A broken statue of a saint stands towering high in the convent
garden, bestowing its headless blessing to a community of nuns no longer
there to receive them.
Green moss and weeds adorn what was once a snow-
white mantle.
A once revered picture of a saint, now abandoned
and waiting storage, the sunlight from a facing window casting an
enthralling magnificence that no human artist could ever achieve.
A
picture of Catherine McAuley, founder of the Sisters of Mercy, remains
over an empty fireplace.
Peeling wallpaper and cobwebs give shadow
memories to a glorious era of a community of women who'd sacrificed
their lives to serve Irish society.
These are beautiful
photographs sent to me of the convent and grounds that used to be my
home.
But the unutterable sadness I felt at the cruel desecration that
time was ravishing on the place of my childhood was indescribable.
How
the mighty are fallen; the once powerful symbol of the power of the
Catholic Church -- the convent -- is in its death throes.
As a six-week-old baby, I was taken into care with the Sisters of Mercy in Ballinasloe Co
Galway.
Sr John Scully, who ran the industrial school, was my friend,
mother figure and confidante for many years after I'd left the home.

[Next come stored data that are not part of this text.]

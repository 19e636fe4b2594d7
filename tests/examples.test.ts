import { readdirSync, readFileSync } from "node:fs";
import path from "node:path";
import { describe, expect, it } from "vitest";
import { createEngine, formatUncertain, hasErrors, readPageDocument, resultsJson, type Engine, type PageDocument, type PageResults } from "@/cells";

const examples = path.resolve(import.meta.dirname, "..", "examples");
const folders = readdirSync(examples, { withFileTypes: true })
  .filter((entry) => entry.isDirectory())
  .map((entry) => entry.name)
  .sort();

const read = (folder: string, file: string): string => readFileSync(path.join(examples, folder, file), "utf8");
/** Without its rules of thumb, whose figures are of other pages: tests/cells/facts.test.ts holds those. */
const readmeOf = (folder: string): string => read(folder, "README.md").split("\n## Rules of thumb")[0] ?? "";
const pageOf = (folder: string): PageDocument => readPageDocument(JSON.parse(read(folder, "page.json")));
const expectedOf = (folder: string): object => JSON.parse(read(folder, "expected.json"));
const filesOf = (page: PageDocument): string[] => [
  ...new Set(page.blocks.flatMap((block) => (block.kind === "data" && block.source !== undefined ? [block.source.file] : []))),
];

/** As scripts/evaluate.ts does it: sources under the names the page gives them. */
function engineFor(folder: string): Engine {
  const engine = createEngine();
  for (const file of filesOf(pageOf(folder))) engine.setSource(file, readFileSync(path.join(examples, folder, file)));
  return engine;
}

const asJson = (results: PageResults): unknown => JSON.parse(JSON.stringify(resultsJson(results)));

/** What stands at `line_ch.crossing.x` or `` core.report[`Al / Si`].miss `` among the expected blocks; lists are asked by name. */
function at(expected: object, where: string): unknown {
  let found: unknown = Reflect.get(expected, "blocks");
  for (const part of where.match(/\[[^\]]+\]|[^.[\]]+/gu) ?? []) {
    const key = part.replace(/^\[|\]$/gu, "");
    if (Array.isArray(found)) found = found.find((each) => [each.name, each.expression, each.body].includes(key)) ?? found[Number(key)];
    else if (typeof found === "object" && found !== null) found = Reflect.get(found, key);
    else return undefined;
  }
  return found;
}

interface Quoted {
  readonly where: string;
  readonly text: string;
}

/** The README's table of results: what, where in expected.json, value. */
function quotedIn(readme: string): Quoted[] {
  return [...readme.matchAll(/^\|[^|]+\|\s*`([^|]+)`\s*\|\s*([^|]+?)\s*\|$/gmu)].map(([, where = "", text = ""]) => ({ where, text }));
}

/** A number as a README may write it: to as many places as are quoted, or with its 1σ in concise form; of a trend, the value and the 1σ that go with its scatter. */
function asQuoted(value: unknown, text: string): string {
  const number = /^−?[\d.]+(?:\([\d.]+\))?/u.exec(text)?.[0] ?? "";
  const unit = text.slice(number.length);
  if (typeof value === "string") return value;
  if (typeof value === "number") return value.toFixed(number.split(".")[1]?.length ?? 0).replace("-", "−") + unit;
  const one = (each: unknown): unknown => (Array.isArray(each) ? each[0] : each);
  const { value: middle, sigma, valueWithScatter, sigmaWithScatter } = value as Readonly<Record<string, unknown>>;
  const pair = typeof sigmaWithScatter === "number" ? [valueWithScatter, sigmaWithScatter] : [one(middle), one(sigma)];
  return formatUncertain(Number(pair[0]), typeof pair[1] === "number" ? pair[1] : null) + unit;
}

it("has the three worked pages", () => {
  expect(folders).toEqual(["chondrites-and-mantle", "earth-three-explanations", "one-messy-table"]);
});

describe.each(folders)("the example %s", (folder) => {
  const results = engineFor(folder).evaluate(pageOf(folder));

  it("evaluates to exactly what expected.json says", () => {
    expect(asJson(results)).toEqual(expectedOf(folder));
  });

  it("gives the same to the last digit when its blocks stand in the opposite order", () => {
    const page = pageOf(folder);
    const turned = asJson(engineFor(folder).evaluate({ ...page, blocks: page.blocks.toReversed() }));
    expect(Reflect.get(turned as object, "blocks")).toEqual(Reflect.get(expectedOf(folder), "blocks"));
  });

  it("has no error on its page, so that the command exits with 0", () => {
    const errors = [...results.blocks.values()].flatMap((block) => block.problems.filter((problem) => problem.severity === "error"));
    expect(errors).toEqual([]);
    expect(hasErrors(results)).toBe(false);
  });

  it("exits with 1 once a block reads what is not there", () => {
    const page = pageOf(folder);
    const blocks = page.blocks.map((block) => (block.kind === "formula" ? { ...block, text: `${block.text}\nlost = not_there / Si` } : block));
    expect(hasErrors(engineFor(folder).evaluate({ ...page, blocks }))).toBe(true);
  });

  it("shows a value wherever a note quotes one", () => {
    const notes = [...results.blocks.values()].filter((block) => block.kind === "note");
    expect(notes.flatMap((note) => note.values).length).toBeGreaterThan(0);
    expect(notes.flatMap((note) => note.values.filter((value) => value.shown === null))).toEqual([]);
  });

  it("quotes in its README only what expected.json holds", () => {
    const expected = expectedOf(folder);
    const quoted = quotedIn(readmeOf(folder));
    expect(quoted.length).toBeGreaterThan(3);
    for (const { where, text } of quoted) expect({ where, text: asQuoted(at(expected, where), text) }).toEqual({ where, text });
  });

  it("has no number with a decimal point in its README that is neither a result nor in its files", () => {
    const page = pageOf(folder);
    const readme = readmeOf(folder);
    const known = [JSON.stringify(page), ...filesOf(page).map((file) => read(folder, file)), ...quotedIn(readme).map(({ text }) => text)].join("\n");
    const prose = readme.replace(/^\|.*\|$/gmu, "").replace(/`[^`]*`/gu, "");
    const unknown = (prose.match(/\d+\.\d+(?:\(\d+\))?/gu) ?? []).filter((number) => !known.includes(number));
    expect(unknown).toEqual([]);
  });

  it("says in README and on the page what is invented or from memory, and how it is run", () => {
    const readme = read(folder, "README.md");
    expect(readme).toContain(`npm run -s evaluate -- examples/${folder}/page.json`);
    expect(readme).toMatch(/invented|from memory/u);
    const notes = pageOf(folder).blocks.flatMap((block) => (block.kind === "note" ? [block.text] : []));
    expect(notes.join("\n")).toMatch(/invented|from memory/u);
    for (const file of filesOf(pageOf(folder))) expect(readme).toContain(`\`${file}\``);
  });
});

describe("published values among the examples", () => {
  it.each([
    ["chondrites-and-mantle", "group-means.csv", ",", /Wasson & Kallemeyn 1988/u],
    ["earth-three-explanations", "refractory-inclusions.csv", ";", /Grossman 1980/u],
  ])("%s names the source of every row of %s, and whether it was read", (folder, file, separator, source) => {
    const [header = "", ...rows] = read(folder, file).trim().split("\n");
    expect(header.split(separator).slice(-2)).toEqual([expect.stringMatching(/^(Source|Reference)$/u), "Checked"]);
    expect(rows.length).toBeGreaterThan(2);
    for (const row of rows) {
      expect(row).toMatch(source);
      expect(row).toMatch(/read in a copy of the source|from memory/u);
    }
    expect(read(folder, "README.md")).toMatch(source);
  });

  it("gives the published means exactly as the reference table has them", () => {
    const reference = readFileSync(path.resolve(examples, "..", "cells", "species", "reference", "chondrite-groups.csv"), "utf8");
    const rows = read("chondrites-and-mantle", "group-means.csv").trim().split("\n").slice(1);
    for (const row of rows) expect(reference).toContain(row.replace(/ mean,published mean,/u, ","));
  });
});
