"""The other side of the benchmark: hand-written numpy, the uncertainties package's arrays, and scipy.odr.

Answers requests, one JSON object a line on standard input, with one a line on standard output, so that starting Python is no part of what
is measured and both sides can take turns. A request names a task, a file of float64 columns one after the other, and the rows of one:
{"ask": "results"} writes the task's results to the file "to", {"ask": "seconds", "calls": n} answers with the seconds of one call,
in processor time of the whole process.
"""
import json
import sys
import time

import numpy as np

LN10 = 2.302585092994046


def plain(mg, al, si, smg, sal, ssi):
    """Two ratios, their sigmas and their covariance."""

    def work():
        a = mg / si
        b = al / si
        r = ssi / si
        sa = np.sqrt((smg / si) ** 2 + (a * r) ** 2)
        sb = np.sqrt((sal / si) ** 2 + (b * r) ** 2)
        return a, sa, b, sb, a * b * r * r

    return work


def logarithms(mg, al, si, smg, sal, ssi):
    """The same of the ratios' decadic logarithms."""

    def work():
        a = mg / si
        b = al / si
        rmg, ral, rsi = smg / mg, sal / al, ssi / si
        sa = np.sqrt(rmg**2 + rsi**2) / LN10
        sb = np.sqrt(ral**2 + rsi**2) / LN10
        return np.log10(a), sa, np.log10(b), sb, rsi * rsi / (LN10 * LN10)

    return work


def with_uncertainties(mg, al, si, smg, sal, ssi):
    """Two ratios and their sigmas, without the covariance: the package gives that row by row only."""
    from uncertainties import unumpy

    def work():
        m, a, s = unumpy.uarray(mg, smg), unumpy.uarray(al, sal), unumpy.uarray(si, ssi)
        p, q = m / s, a / s
        return unumpy.nominal_values(p), unumpy.std_devs(p), unumpy.nominal_values(q), unumpy.std_devs(q)

    return work


def odr_explicit(x, y, sx, sy, _):
    """The line with errors on both axes, by scipy.odr's own linear model with its derivatives, started from least squares."""
    from scipy import odr

    start = np.polyfit(x, y, 1)

    def work():
        fit = odr.ODR(odr.RealData(x, y, sx=sx, sy=sy), odr.unilinear, beta0=start).run()
        return fit.beta[:1], fit.beta[1:], np.array([fit.sum_square])

    return work


def odr_implicit(x, y, sx, sy, rho):
    """The line with errors that go together from x to y: the implicit form, a full weight matrix for each point, with derivatives.

    The weight matrices are made beforehand and are no part of the time.
    """
    from scipy import odr

    start = np.polyfit(x, y, 1)[::-1]
    both = np.vstack([x, y])
    covariance = np.array([[sx * sx, rho * sx * sy], [rho * sx * sy, sy * sy]])
    determinant = covariance[0, 0] * covariance[1, 1] - covariance[0, 1] ** 2
    weight = np.array([[covariance[1, 1], -covariance[0, 1]], [-covariance[0, 1], covariance[0, 0]]]) / determinant
    model = odr.Model(
        lambda b, p: p[1] - b[0] - b[1] * p[0],
        fjacb=lambda b, p: np.vstack([-np.ones_like(p[0]), -p[0]]),
        fjacd=lambda b, p: np.vstack([np.full_like(p[0], -b[1]), np.ones_like(p[0])]),
        implicit=True,
    )

    def work():
        problem = odr.ODR(odr.Data(both, 1, wd=weight), model, beta0=start)
        problem.set_job(fit_type=1, deriv=2)
        fit = problem.run()
        return fit.beta[1:], fit.beta[:1], np.array([fit.sum_square])

    return work


tasks = {
    "plain": plain,
    "log": logarithms,
    "uncertainties": with_uncertainties,
    "odr": odr_explicit,
    "odr correlated": odr_implicit,
}
ready = {}


def answer(request):
    key = (request["task"], request["file"])
    if key not in ready:
        ready.clear()
        columns = np.fromfile(request["file"], dtype=np.float64).reshape(-1, request["rows"])
        ready[key] = tasks[request["task"]](*columns)
    work = ready[key]
    if request["ask"] == "results":
        np.concatenate(work()).tofile(request["to"])
        return {}
    calls = request["calls"]
    start = time.process_time()
    for _ in range(calls):
        work()
    return {"seconds": (time.process_time() - start) / calls}


for line in sys.stdin:
    print(json.dumps(answer(json.loads(line))), flush=True)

When the school was closed down, the State abandoned many of us.
I was
cruelly taken from the only secure home I'd ever known and returned to
parents who -- due to mental illness -- were unable to care for me, a
five-year-old child.
My younger years were spent roaming the
village with little or no supervision.
But even then, the Sisters of
Mercy living in my home village kept a watchful eye on me.
Food when I
was hungry, clothes when I was cold, and a cautionary word when rambling
the streets late at night.
Early childhood memories flooded to me as I gazed at the pictures. Distant echoes
of children laughing, crying and fighting. Of running around that
garden.
The Sisters took great pride in tending the lawns' riotously
coloured flowerbeds.
Over 50 of us charged around, getting in the way of
the older Sisters, gardening, or trying to say their prayers quietly,
seated in the tiny secluded gazebos.
As a teenager and then mother
I returned to Sister John over the years.
Sometimes we'd sit out in the
garden watching my children run around, playing on the very same
pathways my own childish feet had travelled.
I feel very
privileged to have had the Sisters in my life.
Like everything, there
were the good and the bad. But for many of us growing up in Ireland in the Sixties, they were the only ones prepared to help those of us in such dire need.
Founded
in 1831 in Dublin by the aforementioned Catherine McAuley, the Sisters
of Mercy were at the height of their powers in the Fifties -- running
schools, hospitals and so many community services.
As their numbers
declined over the years, many of the convents and institutions they ran
have closed and others are now about to be handed over to the State.
The
empire that sheltered me and many like me is coming to an end.